Behaviour Change

PROPAGANDA FOR CHANGE is a project created by the students of Behaviour Change (ps359) and Professor Thomas Hills @thomhills at the Psychology Department of the University of Warwick. This work was supported by funding from Warwick's Institute for Advanced Teaching and Learning.

Thursday, February 26, 2015

Bow down

This advert followed the discovery that some iPhones were bending in people's pockets, which obviously isn't ideal for your new phone to be doing. Samsung stated that unlike the new iPhone our Galaxy Note 4 won't bend - with an additional video proving this through multiple strength tests. This advert is a clear example of a competition template detailed by Goldenburg, Mazursky and Solomon (1999).
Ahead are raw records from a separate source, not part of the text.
//! `points.csv`: one row per point, for people, spreadsheets and gathering.

use std::error::Error;

use ndarray::Array1;
use serde::{Deserialize, Serialize};

use super::Request;
use crate::store::axes::ScanAxis;
use crate::store::values::Values;

/// An axis of the scan as `request.json` keeps it.
#[derive(Clone, Debug, PartialEq, Serialize, Deserialize)]
pub struct TableAxis {
    /// Name in results.
    pub name: String,
    /// Words for the label of a plot.
    pub long_name: String,
    /// Unit as the Python library pint reads it; none for words.
    pub units: Option<String>,
    /// The values.
    pub values: AxisValues,
}

/// Values of an axis.
#[derive(Clone, Debug, PartialEq, Serialize, Deserialize)]
#[serde(untagged)]
pub enum AxisValues {
    /// Numbers.
    Numbers(Vec<f64>),
    /// Words.
    Words(Vec<String>),
}

impl TableAxis {
    pub(super) fn scan_axis(&self) -> ScanAxis {
        let values = match &self.values {
            AxisValues::Numbers(numbers) => Values::from(Array1::from(numbers.clone())),
            AxisValues::Words(words) => Values::from(Array1::from(words.clone())),
        };
        let Self { name, long_name, units, .. } = self.clone();
        ScanAxis { name, units, long_name, values }
    }

    fn heading(&self) -> String {
        match &self.units {
            Some(units) => format!("{} [{units}]", self.name),
            None => self.name.clone(),
        }
    }

    fn cell(&self, position: usize) -> String {
        match &self.values {
            AxisValues::Numbers(numbers) => numbers[position].to_string(),
            AxisValues::Words(words) => words[position].clone(),
        }
    }

    fn len(&self) -> usize {
        match &self.values {
            AxisValues::Numbers(numbers) => numbers.len(),
            AxisValues::Words(words) => words.len(),
        }
    }
}

/// One point.
#[derive(Clone, Debug, PartialEq, Eq)]
pub struct Row {
    /// Hash of what decides its bits.
    pub identity: String,
    /// Hash of what is derived from it.
    pub outputs: String,
    /// One of done, doubtful, failed, missing, when the table was written.
    pub status: String,
    /// Its file within the folder.
    pub path: String,
}

const COLUMNS: [&str; 4] = ["identity", "outputs", "status", "path"];

/// The table: index, a column per axis, and the columns of a row.
pub(super) fn text(request: &Request, rows: &[Row]) -> Result<Vec<u8>, Box<dyn Error>> {
    let mut writer = csv::Writer::from_writer(Vec::new());
    let axes = || request.scan.iter().flatten();
    let headings = axes().map(TableAxis::heading);
    writer.write_record(std::iter::once("index".into()).chain(headings).chain(COLUMNS.map(str::to_owned)))?;
    for (index, row) in rows.iter().enumerate() {
        let positions = positions(index, request);
        let dimensions = request.scan.iter().zip(positions);
        let cells = dimensions.flat_map(|(axes, position)| axes.iter().map(move |axis| axis.cell(position)));
        let Row { identity, outputs, status, path } = row.clone();
        writer.write_record(
            std::iter::once(index.to_string()).chain(cells).chain([identity, outputs, status, path]),
        )?;
    }
    Ok(writer.into_inner()?)
}

/// Position along each dimension, the last running fastest.
fn positions(mut index: usize, request: &Request) -> Vec<usize> {
    let mut positions = vec![0; request.scan.len()];
    for (position, axes) in positions.iter_mut().zip(&request.scan).rev() {
        let length = axes.first().map_or(1, TableAxis::len);
        *position = index % length;
        index /= length;
    }
    positions
}

/// The rows of a table.
pub(super) fn rows(text: &[u8]) -> Result<Vec<Row>, Box<dyn Error>> {
    let mut rows = Vec::new();
    for record in csv::Reader::from_reader(text).records() {
        let record = record?;
        let start = record.len().checked_sub(COLUMNS.len()).ok_or("a row is too short")?;
        let cell = |column: usize| record[start + column].to_owned();
        rows.push(Row { identity: cell(0), outputs: cell(1), status: cell(2), path: cell(3) });
    }
    Ok(rows)
}

#[cfg(test)]
mod tests {
    use serde_json::json;

    use super::*;

    #[test]
    fn the_table_names_axes_with_units_and_comes_back() {
        let axis = |name: &str, units: Option<&str>, values| TableAxis {
            name: name.into(),
            long_name: name.into(),
            units: units.map(str::to_owned),
            values,
        };
        let words = AxisValues::Words(vec!["He".into(), "Ar, \"gas\"".into()]);
        let request = Request {
            version: "0".into(),
            numerics_version: 1,
            title: String::new(),
            input: String::new(),
            overrides: Vec::new(),
            configuration: json!({}),
            scan: vec![
                vec![axis("cep", Some("deg"), AxisValues::Numbers(vec![0.0, 22.5]))],
                vec![axis("gas", None, words)],
            ],
        };
        let row = |id: &str| Row {
            identity: id.into(),
            outputs: "0f".into(),
            status: "done".into(),
            path: format!("points/{id}.h5"),
        };
        let rows_in = [row("a"), row("b"), row("c"), row("d")];
        let written = text(&request, &rows_in).expect("a table");
        let lines = String::from_utf8(written.clone()).expect("text");
        assert!(
            lines.starts_with("index,cep [deg],gas,identity,outputs,status,path\n0,0,He,a,0f,done,"),
            "{lines}"
        );
        assert!(lines.contains("\n3,22.5,\"Ar, \"\"gas\"\"\",d,0f,done,"), "{lines}");
        assert_eq!(rows(&written).expect("rows"), rows_in);
        assert_eq!(request.dimensions().len(), 2);
    }
}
The competition template aims to emphasise a particular aspect of a product, that is solving a problem in a context that was not related to its original purpose. The advert works by linking the problem to the product in some way as shown in the graph below:

In this advert, the product is the Samsung phone. The problem set is that iPhones are bending, within the situation which would be people's back pockets. The product is linked to the problem in that it would solve it, as the Samsung phone doesn't bend. The comparison between the 2 phones is the linking operator, in that the Samsung phone is succeeding where the iPhone had failed.

The advert uses 'bend to those who are worthy' to emphasise the difference between the two phones and highlight the problem, and therefore the linking operator seen in the graph. By emphasising the differences between the 2 phones the advert is even more effective as the competitive angle is strongest.

Goldenberg, J., Mazursky, D. et al. (1999). The fundamental templates of quality ads. Marketing Science, 333-351.